Dataset excerpts Block Start

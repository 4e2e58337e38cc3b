import { feeMinor } from './fees';

const TARIFF = { basisPoints: 150, fixedMinor: 20 };

describe('the fee on a card payment', () => {
  // Worked by hand: 1.5 % of 48.00 is 0.72, and 0.20; 1.5 % of 1.00 is 1.5 pence; of 0.33 it is 0.495 pence.
  it.each([
    [4800, 92],
    [100, 22],
    [33, 20],
    [1, 20],
    [99_999_999, 1_500_020],
  ])('of %i minor units is %i, the share rounded half up', (amount, fee) => {
    expect(feeMinor(amount, TARIFF)).toBe(fee);
  });

  it('follows another tariff', () => {
    expect(feeMinor(10_000, { basisPoints: 290, fixedMinor: 30 })).toBe(320);
  });
});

Dataset excerpts Block End

→ **Exercise brief**: Please print, unchanged, the lines from the one holding "is 0.495 pence." through the last line of the listing above, including both and omitting the rest.

→ **Answer section**:
  // Worked by hand: 1.5 % of 48.00 is 0.72, and 0.20; 1.5 % of 1.00 is 1.5 pence; of 0.33 it is 0.495 pence.
  it.each([
    [4800, 92],
    [100, 22],
    [33, 20],
    [1, 20],
    [99_999_999, 1_500_020],
  ])('of %i minor units is %i, the share rounded half up', (amount, fee) => {
    expect(feeMinor(amount, TARIFF)).toBe(fee);
  });

  it('follows another tariff', () => {
    expect(feeMinor(10_000, { basisPoints: 290, fixedMinor: 30 })).toBe(320);
  });
});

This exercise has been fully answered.